Teníamos orden de comparecer frente a los magistrados el jueves, mas llegada esa fecha fue ya inútil todo testimonio. Un juez más alto se había hecho cargo del caso, convocando a Jefferson Home a un tribunal donde, a buen seguro, le sería aplicada estricta justicia. La misma noche de la captura hizo crisis su aneurisma, y a la mañana siguiente fue encontrado el cuerpo sobre el suelo de la celda; en el rostro había impresa una sonrisa de placidez, como la de quien, volviendo la cabeza atrás, contempla en el último instante una vida útil o un trabajo bien hecho.
—Gregson y Lestrade han de estar tirándose de los cabellos —observó Holmes cuando a la tarde siguiente discutíamos sobre el asunto.
—Muerto su hombre, ¿quién les va a dar ahora publicidad?
—No veo que interviniesen grandemente en su captura —repuso.

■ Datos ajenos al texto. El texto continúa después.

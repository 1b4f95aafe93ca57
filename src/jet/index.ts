export { CRITERIA, CRITERIA_NAMES, criteriaOf, hasCategories, type Criteria, type CriteriaName } from './criteria.ts';
export { findJets, type FindOptions, type Jet, type JetFinding, type SmoothNose } from './find-jets.ts';
export type { JetCore } from './layer.ts';
export { NO_JET, NOT_ASSESSABLE, scanNoses, type NoseTable } from './scan.ts';
export { rateOf, type Phase, type Rate } from './rates.ts';
export { trackJets, type JetTrack, type TimedFinding, type TrackOptions, type TrackPoint } from './track.ts';
export { completeUncertainty, type UncertaintyOrigin } from './uncertainty.ts';
export {
  fitOscillation,
  greatestSpeed,
  oscillatingWind,
  type FittedOscillation,
  type Oscillation,
} from './oscillation.ts';
export { jetLayer, type Disc, type JetFlank, type JetLayer, type NosePlace } from './jet-layer.ts';
export { thermalTurn, type ThermalTurn } from './thermal-turn.ts';
export { turningAt, type Turning, type TurningOptions, type TurningVerdict } from './turning.ts';
export { JET_KINDS, type Evidence, type JetKind } from './evidence.ts';
export { type KindFinding } from './kinds.ts';
export { storyOf, type JetStory, type StorySetting } from './story.ts';
export { type WordFormat } from './story-words.ts';
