// Standard normal numbers, always the same: the ensemble behind a confidence must give the same answer everywhere.

const SIZE = 1 << 16;

/** A table of independent standard normal numbers from a fixed seed. */
export const NORMAL: Float64Array = fillNormal(SIZE, 0x9e3779b9);

/** Marsaglia's (2003, J. Stat. Softw. 8) xorshift generator, turned into normal numbers by Box & Muller (1958). */
function fillNormal(size: number, seed: number): Float64Array {
  const table = new Float64Array(size);
  let state = seed >>> 0;
  const uniform = (): number => {
    state ^= state << 13;
    state ^= state >>> 17;
    state ^= state << 5;
    return ((state >>> 0) + 0.5) / 4294967296;
  };
  for (let k = 0; k < size; k += 2) {
    const radius = Math.sqrt(-2 * Math.log(uniform()));
    const angle = 2 * Math.PI * uniform();
    table[k] = radius * Math.cos(angle);
    table[k + 1] = radius * Math.sin(angle);
  }
  return table;
}
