// Gathers the evidence for each kind of jet from its track, the sun, the temperature, the turning and the terrain.

import {
  bruntVaisalaFrequency,
  eastward,
  froudeNumber,
  nightOf,
  northward,
  signedAngle,
  veerBetween,
} from '../air/index.ts';
import type { Profile, Station } from '../profile/index.ts';
import type { TerrainAxis } from '../site/index.ts';
import { COMMON_PRACTICE, row, type Evidence } from './evidence.ts';
import { virtualPotentialTemperatureAt } from './jet-layer.ts';
import type { JetTrack, TrackPoint } from './track.ts';
import type { Turning } from './turning.ts';
import { windAtHeights } from './wind-at.ts';

/** All that a kind is judged from. */
export interface KindCase {
  readonly track: JetTrack;
  readonly station: Station;
  /** The station's profiles, ascending in time, from before the track on. */
  readonly profiles: readonly Profile[];
  /** How the wind turned near the nose; null when not looked at. */
  readonly turning: Turning | null;
  /** Terrain that bears on the station. */
  readonly axes: readonly TerrainAxis[];
  /** Profiles of the air before it meets the barrier, from stations upstream. */
  readonly undisturbed: readonly Profile[];
}

const HOUR_MS = 3600_000;
const BLACKADAR = 'Blackadar (1957, Bull. Amer. Meteor. Soc. 38)';

/** For and against a nocturnal jet. */
export function nocturnalEvidence({ track, station, profiles, turning }: KindCase): Evidence[] {
  const stability = stabilityBelow(profiles, track);
  return [
    row(
      'nocturnal',
      'onset after sunset',
      onsetAfterSunset(track, station, profiles),
      'h',
      '-1 to 7',
      [
        [-1.0001, -1.5],
        [7, 1],
        [Infinity, -0.7],
      ],
      BLACKADAR,
    ),
    row(
      'nocturnal',
      'share of its time between sunset and two hours after sunrise',
      nightShare(track, station),
      '',
      'at least 0.9',
      [
        [0.5, -2],
        [0.9 - 1e-9, -0.3],
        [Infinity, 1],
      ],
    ),
    row('nocturnal', 'rise of potential temperature up to the nose', stability, 'K/km', 'at least 3', [
      [0.5, -1],
      [3 - 1e-9, 0],
      [Infinity, 0.7],
    ]),
    row(
      'nocturnal',
      'turning of the wind as a share of the inertial rate',
      turning?.status === 'told' ? turning.measuredRate / turning.inertialRate : NaN,
      '',
      '0.5 to 1.5',
      [
        [0, -1],
        [0.5 - 1e-9, -0.5],
        [1.5, 1],
        [Infinity, -0.2],
      ],
      BLACKADAR,
    ),
    row(
      'nocturnal',
      'usual height of the nose',
      middle(track.points, (point) => point.noseHeight),
      'm',
      'at most 1000',
      [
        [1000, 0.3],
        [1500, -0.3],
        [Infinity, -1.2],
      ],
      COMMON_PRACTICE,
    ),
  ];
}

/** For and against something else: a front, a cyclone, the day. */
export function otherEvidence({ track, station }: KindCase): Evidence[] {
  const hours = (track.points.at(-1)!.timeMs - track.beganMs) / HOUR_MS;
  return [
    row('other', 'share of its time by day', 1 - nightShare(track, station), '', 'at least 0.3', [
      [0.1, -1],
      [0.3 - 1e-9, 0],
      [Infinity, 2],
    ]),
    row('other', 'how long it has lasted', hours, 'h', 'at least 18', [
      [18 - 1e-9, 0],
      [Infinity, 1.5],
    ]),
  ];
}

/** For and against a barrier jet along an axis. */
export function barrierEvidence(kindCase: KindCase, axis: TerrainAxis): Evidence[] {
  const { track, station, profiles } = kindCase;
  const toward = (middleDirection(track.points) + 180) % 360;
  const offAxis = Math.abs(signedAngle(toward - axis.bearing));
  // Low pressure lies to the left of the flow toward the barrier in the north, to the right in the south: dammed air runs
  // there, with the barrier on its right in the north and on its left, as the bearing has it, in the south.
  const expected = station.latitude < 0 ? axis.bearing : axis.bearing + 180;
  const height = middle(track.points, (point) => point.noseHeight);
  return [
    row(
      'barrier',
      `angle between the nose wind and ${axis.name}`,
      Math.min(offAxis, 180 - offAxis),
      'degrees',
      'at most 30',
      [
        [30, 1.5],
        [45, 0],
        [Infinity, -3],
      ],
      COMMON_PRACTICE,
    ),
    row(
      'barrier',
      'angle to the way that dammed air runs along it',
      Math.abs(signedAngle(toward - expected)),
      'degrees',
      'at most 60',
      [
        [60, 0.5],
        [Infinity, -1],
      ],
      COMMON_PRACTICE,
    ),
    row(
      'barrier',
      'height of the nose as a share of the crest',
      height / axis.crestHeight,
      '',
      'below 1',
      [
        [1 - 1e-9, 1],
        [Infinity, -3],
      ],
      COMMON_PRACTICE,
    ),
    row(
      'barrier',
      'Froude number of the flow toward it',
      froudeOf(kindCase, axis, profiles),
      '',
      'below 1',
      [
        [1 - 1e-9, 1],
        [Infinity, -2],
      ],
      COMMON_PRACTICE,
    ),
    row(
      'barrier',
      'strength along it against the undisturbed wind',
      strengthAlong(kindCase, axis, height),
      '',
      'about 1.45, at least 1.2',
      [
        [1.05, -1.5],
        [1.2 - 1e-9, 0],
        [Infinity, 1.5],
      ],
      COMMON_PRACTICE,
    ),
  ];
}

/** For and against a jet out of a valley. */
export function valleyEvidence({ track, station }: KindCase, axis: TerrainAxis): Evidence[] {
  const toward = (middleDirection(track.points) + 180) % 360;
  const source = COMMON_PRACTICE;
  return [
    row(
      'valley-exit',
      `angle between the nose wind and the way down ${axis.name}`,
      Math.abs(signedAngle(toward - axis.bearing)),
      'degrees',
      'at most 30',
      [
        [30, 1.5],
        [45, 0],
        [Infinity, -3],
      ],
      source,
    ),
    row(
      'valley-exit',
      'usual height of the nose',
      middle(track.points, (point) => point.noseHeight),
      'm',
      '40 to 200',
      [
        [40 - 1e-9, -0.5],
        [200, 1.5],
        [300, 0],
        [Infinity, -2],
      ],
      source,
    ),
    row(
      'valley-exit',
      'share of its time between sunset and two hours after sunrise',
      nightShare(track, station),
      '',
      'at least 0.9',
      [
        [0.5, -2],
        [0.9 - 1e-9, 0],
        [Infinity, 0.7],
      ],
      source,
    ),
    row(
      'valley-exit',
      'greatest speed',
      track.peak.noseSpeed,
      'm/s',
      'at most 20',
      [
        [20, 0.3],
        [Infinity, -1.5],
      ],
      source,
    ),
  ];
}

/** Hours from sunset to the track's beginning; NaN where data begin with it or there is no sunset. */
function onsetAfterSunset(track: JetTrack, station: Station, profiles: readonly Profile[]): number {
  const before = profiles.filter(({ timeMs }) => timeMs < track.beganMs).length;
  if (before < 2) return NaN;
  const { sunsetMs } = nightOf(track.beganMs, station.latitude, station.longitude);
  return (track.beganMs - sunsetMs) / HOUR_MS;
}

/** Share of the track's points between sunset and two hours after sunrise; NaN where that is not known. */
function nightShare(track: JetTrack, station: Station): number {
  let night = 0;
  for (const { timeMs } of track.points) {
    // Two hours back, so that the morning after belongs to the night; an hour's grace before sunset is not given.
    const { kind, startMs, endMs } = nightOf(timeMs - 2 * HOUR_MS, station.latitude, station.longitude);
    if (kind === 'unknown') return NaN;
    if (kind === 'polar-night' || (timeMs >= startMs && timeMs <= endMs + 2 * HOUR_MS)) night++;
  }
  return night / track.points.length;
}

/** Rise of virtual potential temperature from the lowest 50 to 150 m up to the nose at the peak, K/km. */
function stabilityBelow(profiles: readonly Profile[], track: JetTrack): number {
  const profile = profiles.find(({ timeMs }) => timeMs === track.peak.timeMs);
  if (profile === undefined) return NaN;
  const top = Math.max(track.peak.noseHeight, 200);
  for (const bottom of [50, 100, 150]) {
    const gradient =
      (1000 * (virtualPotentialTemperatureAt(profile, top) - virtualPotentialTemperatureAt(profile, bottom))) /
      (top - bottom);
    if (!Number.isNaN(gradient)) return gradient;
  }
  return NaN;
}

/** Undisturbed profile nearest in time to the peak, at most six hours off. */
function undisturbedAt({ undisturbed, track }: KindCase): Profile | undefined {
  const away = (profile: Profile): number => Math.abs(profile.timeMs - track.peak.timeMs);
  return undisturbed.filter((one) => away(one) <= 6 * HOUR_MS).sort((a, b) => away(a) - away(b))[0];
}

/** Component of a profile's mean wind from `bottom` to `top` toward a bearing, m/s. */
function meanToward(profile: Profile, bottom: number, top: number, bearing: number): number {
  const heights = Array.from({ length: 9 }, (_, k) => bottom + ((top - bottom) * k) / 8);
  const known = windAtHeights(profile, heights).filter(({ u, v }) => Number.isFinite(u + v));
  if (known.length === 0) return NaN;
  // Toward a bearing: as a wind of unit speed from the opposite direction blows.
  const [east, north] = [eastward(1, bearing + 180), northward(1, bearing + 180)];
  return known.reduce((sum, { u, v }) => sum + u * east + v * north, 0) / known.length;
}

/** U/(N h): undisturbed flow square to the barrier below its crest, stability at the station, crest height. */
function froudeOf(kindCase: KindCase, axis: TerrainAxis, profiles: readonly Profile[]): number {
  const undisturbed = undisturbedAt(kindCase);
  const profile = profiles.find(({ timeMs }) => timeMs === kindCase.track.peak.timeMs);
  if (undisturbed === undefined || profile === undefined) return NaN;
  // The barrier stands on the left of its bearing.
  const flow = meanToward(undisturbed, 100, axis.crestHeight, axis.bearing - 90);
  const level = (height: number): { height: number; virtualPotentialTemperature: number } => ({
    height,
    virtualPotentialTemperature: virtualPotentialTemperatureAt(profile, height),
  });
  const heights = [0.9, 0.7, 0.5, 0.3].map((share) => share * axis.crestHeight);
  const top = heights.map(level).find((one) => !Number.isNaN(one.virtualPotentialTemperature));
  const bottom = [50, 100, 200, 300].map(level).find((one) => !Number.isNaN(one.virtualPotentialTemperature));
  if (top === undefined || bottom === undefined) return NaN;
  return froudeNumber(Math.abs(flow), bruntVaisalaFrequency(bottom, top), axis.crestHeight);
}

/** The nose's speed along the axis over that of the undisturbed wind at its height. */
function strengthAlong(kindCase: KindCase, axis: TerrainAxis, height: number): number {
  const undisturbed = undisturbedAt(kindCase);
  if (undisturbed === undefined) return NaN;
  const along = (speed: number, direction: number): number =>
    speed * Math.cos((veerBetween(axis.bearing, direction + 180) * Math.PI) / 180);
  const nose = middle(kindCase.track.points, ({ noseSpeed, noseDirection }) => along(noseSpeed, noseDirection));
  const elsewhere = meanToward(undisturbed, 0.7 * height, 1.3 * height, axis.bearing);
  // Against the undisturbed flow, or out of calm, it is stronger beyond measure.
  return nose / elsewhere > 0 ? Math.min(nose / elsewhere, 10) : Number.isNaN(elsewhere) ? NaN : 10;
}

/** Median over the points. */
function middle(points: readonly TrackPoint[], valueOf: (point: TrackPoint) => number): number {
  const values = points.map(valueOf).sort((a, b) => a - b);
  return values[values.length >> 1]!;
}

/** Direction of the summed wind of the points, degrees. */
function middleDirection(points: readonly TrackPoint[]): number {
  const reference = points[0]!.noseDirection;
  return reference + middle(points, (point) => signedAngle(point.noseDirection - reference));
}
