// The same question asked of many profiles at once: noses and categories as columns, for scans over years.

import { gatherWindAt, INSTRUMENTS, profileAt, REJECTING, windColumn, type ProfileBlock } from '../profile/index.ts';
import { between, cutAtCeilingInto, type Cut } from './column.ts';
import type { Criteria } from './criteria.ts';
import { findJets } from './find-jets.ts';
import { ALLOWANCE, categoryOf, chooseNose, findNosesInto, noseColumn, noseList } from './nose.ts';
import { completeUncertainty } from './uncertainty.ts';

/** Category of a profile that was judged and holds no jet, and of one that could not be judged. */
export const NO_JET = -1;
export const NOT_ASSESSABLE = -2;

/** A row for each profile of a block, by its index. Numbers are NaN where there is no jet. */
export interface NoseTable {
  /** Highest category met (0 where the set knows none), NO_JET or NOT_ASSESSABLE. */
  readonly category: Int8Array;
  /** m above ground */
  readonly noseHeight: Float32Array;
  /** m/s */
  readonly noseSpeed: Float32Array;
  /** Degrees, from */
  readonly noseDirection: Float32Array;
  /** m/s */
  readonly falloff: Float32Array;
  /** 1 where the fall-off is a lower bound. */
  readonly falloffIsBound: Uint8Array;
}

function noseTable(count: number): NoseTable {
  const missing = (): Float32Array => new Float32Array(count).fill(NaN);
  return {
    category: new Int8Array(count).fill(NO_JET),
    noseHeight: missing(),
    noseSpeed: missing(),
    noseDirection: missing(),
    falloff: missing(),
    falloffIsBound: new Uint8Array(count),
  };
}

/**
 * Judges every profile of a block by one criteria set: the same answers as `findJets`, as columns, without the evidence.
 * Sets decided by the levels run a kernel; one decided by confidence runs its ensemble and takes a few hundred times
 * longer.
 */
export function scanNoses(block: ProfileBlock, criteria: Criteria): NoseTable {
  const table = noseTable(block.profileCount);
  const monotone = isMonotone(criteria);
  for (let index = 0; index < block.profileCount; index++) {
    if (criteria.decides === 'confidence') scanByConfidence(block, index, criteria, table);
    else if (!monotone || !scanMonotone(block, index, criteria, table)) scanByEngine(block, index, criteria, table);
  }
  return table;
}

/** Whether a jet by these criteria is no more than a run of speeds that never rises, after a rise. */
function isMonotone(criteria: Criteria): boolean {
  return (
    criteria.candidates === 'every-maximum' &&
    criteria.falloffTo === 'first-minimum' &&
    criteria.noseCeiling >= criteria.ceiling &&
    criteria.ratioAbove <= 1 &&
    criteria.riseBelow <= 0
  );
}

/**
 * The fast way for such criteria and for profiles without gaps: one pass over the speeds where they lie. The first level of
 * the run in hand is kept by arithmetic instead of a branch, because on noisy levels no branch can be foreseen; only a run
 * that falls deep enough is followed to its end.
 * @returns false when the profile has gaps or rejected levels and the engine must look
 */
function scanMonotone(block: ProfileBlock, index: number, criteria: Criteria, table: NoseTable): boolean {
  const { heightAgl, speed, mark } = block;
  const start = block.offsets[index]!;
  const beyond = block.offsets[index + 1]!;
  const { ceiling, categories } = criteria;
  let end = beyond;
  while (end > start && !(heightAgl[end - 1]! <= ceiling)) end--;
  const wantsPoint = end < beyond && end > start && heightAgl[end - 1]! < ceiling;
  if (end - start + Number(wantsPoint) < 3) {
    table.category[index] = NOT_ASSESSABLE;
    return true;
  }
  const leastSpeed = categories[0]!.speed - ALLOWANCE;
  const leastFalloff = categories[0]!.falloff - ALLOWANCE;
  best.category = -1;
  best.nose = -1;
  let top = start;
  let below = speed[start]!;
  let unusable = (mark[start]! & REJECTING) | Number(!(below >= 0));
  for (let k = start + 1; k < end; k++) {
    const here = speed[k]!;
    unusable |= (mark[k]! & REJECTING) | Number(!(here >= 0));
    const rising = -Number(here > below);
    top = (top & ~rising) | (k & rising);
    below = here;
    const peak = speed[top]!;
    if (peak - here >= leastFalloff && peak >= leastSpeed && top > start) {
      while (k + 1 < end && speed[k + 1]! <= below) {
        below = speed[++k]!;
        unusable |= mark[k]! & REJECTING;
      }
      unusable |= Number(below < 0);
      take(categories, top, peak, below);
    }
  }
  if (unusable !== 0) return false;
  if (wantsPoint) {
    if ((mark[end]! & REJECTING) !== 0 || !(speed[end]! >= 0)) return false;
    const share = (ceiling - heightAgl[end - 1]!) / (heightAgl[end]! - heightAgl[end - 1]!);
    const here = between(below, speed[end]!, share);
    const peak = speed[top]!;
    if (here <= below && peak - here >= leastFalloff && peak >= leastSpeed && top > start) {
      take(categories, top, peak, here);
    }
  }
  const { nose } = best;
  if (nose < 0) return true;
  const reachesCeiling = end < beyond || heightAgl[end - 1]! >= ceiling;
  table.category[index] = best.category;
  table.noseHeight[index] = heightAgl[nose]!;
  table.noseSpeed[index] = best.peak;
  table.noseDirection[index] = block.direction[nose]!;
  table.falloff[index] = best.peak - best.minimum;
  table.falloffIsBound[index] = Number(!reachesCeiling && nose === top);
  return true;
}

/** The best nose of the profile in hand. */
const best = { category: -1, nose: -1, peak: 0, minimum: 0 };

/** Takes a nose and how far its run has fallen so far, if that is the same nose further down or a better one. */
function take(categories: Criteria['categories'], nose: number, peak: number, here: number): void {
  let category = 0;
  for (let k = 1; k < categories.length; k++) {
    if (peak >= categories[k]!.speed - ALLOWANCE && peak - here >= categories[k]!.falloff - ALLOWANCE) category = k;
  }
  if (nose !== best.nose && (category < best.category || (category === best.category && peak <= best.peak))) return;
  best.category = category;
  best.nose = nose;
  best.peak = peak;
  best.minimum = here;
}

const wind = windColumn();
const column = noseColumn();
const list = noseList();
const cut: Cut = { kept: 0, ceilingShare: NaN };

function scanByEngine(block: ProfileBlock, index: number, criteria: Criteria, table: NoseTable): void {
  gatherWindAt(block, index, wind);
  if (criteria.endingRise === 'uncertainty') {
    completeUncertainty(wind, INSTRUMENTS[block.instrumentIndex[index]!]!, NaN);
  }
  cutAtCeilingInto(wind, criteria, column, cut);
  if (column.count < 3 || column.heightAgl[0]! > criteria.noseCeiling) {
    table.category[index] = NOT_ASSESSABLE;
    return;
  }
  findNosesInto(column, criteria, list);
  const chosen = chooseNose(column, criteria, list);
  if (chosen < 0) return;
  const nose = list.nose[chosen]!;
  table.category[index] = categoryOf(column, criteria, list, chosen);
  table.noseHeight[index] = column.heightAgl[nose]!;
  table.noseSpeed[index] = column.speed[nose]!;
  table.noseDirection[index] = wind.direction[nose]!;
  table.falloff[index] = column.speed[nose]! - column.speed[list.minimum[chosen]!]!;
  table.falloffIsBound[index] = list.isBound[chosen]!;
}

function scanByConfidence(block: ProfileBlock, index: number, criteria: Criteria, table: NoseTable): void {
  const { status, jets } = findJets(profileAt(block, index), criteria);
  if (status === 'not-assessable') table.category[index] = NOT_ASSESSABLE;
  const jet = jets[0];
  if (jet === undefined) return;
  table.category[index] = jet.category ?? 0;
  table.noseHeight[index] = jet.noseHeight;
  table.noseSpeed[index] = jet.noseSpeed;
  table.noseDirection[index] = jet.noseDirection;
  table.falloff[index] = jet.falloff;
  table.falloffIsBound[index] = Number(jet.falloffIsBound);
}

—Poco importa que una cosa se haga —replicó mi compañero con amargura—. La cuestión está en hacer creer a la gente que la cosa se ha hecho. Mas vaya lo uno por lo otro —añadió poco después, ya de mejor humor—. No me habría perdido la investigación por nada del mundo. No alcanzo a recordar caso mejor que éste. Aun siendo simple, encerraba puntos sumamente instructivos.
—¡Simple! —exclamé.
—Bien, en realidad, apenas si admite ser descrito de distinto modo —dijo Sherlock Holmes, regocijado de mi sorpresa—. La prueba de su intrínseca simpleza está en que, sin otra ayuda que unas pocas deducciones en verdad nada extraordinarias, puse mano al criminal en menos de tres días.
—Cierto —dije.
—Ya le he explicado otras veces que en esta clase de casos lo extraordinario constituye antes que un estorbo, una fuente de indicios. La clave reside en razonar a la inversa, cosa, sea dicho de paso, tan útil como sencilla, y poquísimo practicada. Los asuntos diarios nos recomiendan proceder de atrás adelante, de donde se echa en olvido la posibilidad contraria. Por cada cincuenta individuos adiestrados en el pensamiento sintético, no encontrará usted arriba de uno con talento analítico.
—Confieso —afirmé— que no consigo comprenderle del todo.
—No esperaba otra cosa. Veamos si logro exponérselo más a las claras. Casi todo el mundo, ante una sucesión de hechos, acertará a colegir qué se sigue de ellos... Los distintos acontecimientos son percibidos por la inteligencia, en la que, ya organizados, apuntan a un resultado. A partir de éste, sin embargo, pocas gentes saben recorrer el camino contrario, es decir, el de los pasos cuya sucesión condujo al punto final. A semejante virtud deductiva llamo razonar hacia atrás o analíticamente.
—Comprendo.
—Pues bien, nuestro caso era de esos en que se nos da el resultado, restando todo lo otro por adivinar. Permítame mostrarle las distintas fases de mi razonamiento. Empecemos por el principio... Como usted sabe, me aproximé a la casa por mi propio pie, despejada la mente de todo supuesto o impresión precisa. Comencé, según era natural, por inspeccionar la carretera, donde, ya se lo he dicho, vi claramente las marcas de un coche, al que por consideraciones puramente lógicas supuse llegado allí de noche. Que era en efecto un coche de alquiler y no particular, quedaba confirmado por la angostura de las rodadas. Los caballeros en Londres usan un cabriolé, cuyas ruedas son más anchas que las del carruaje ordinario.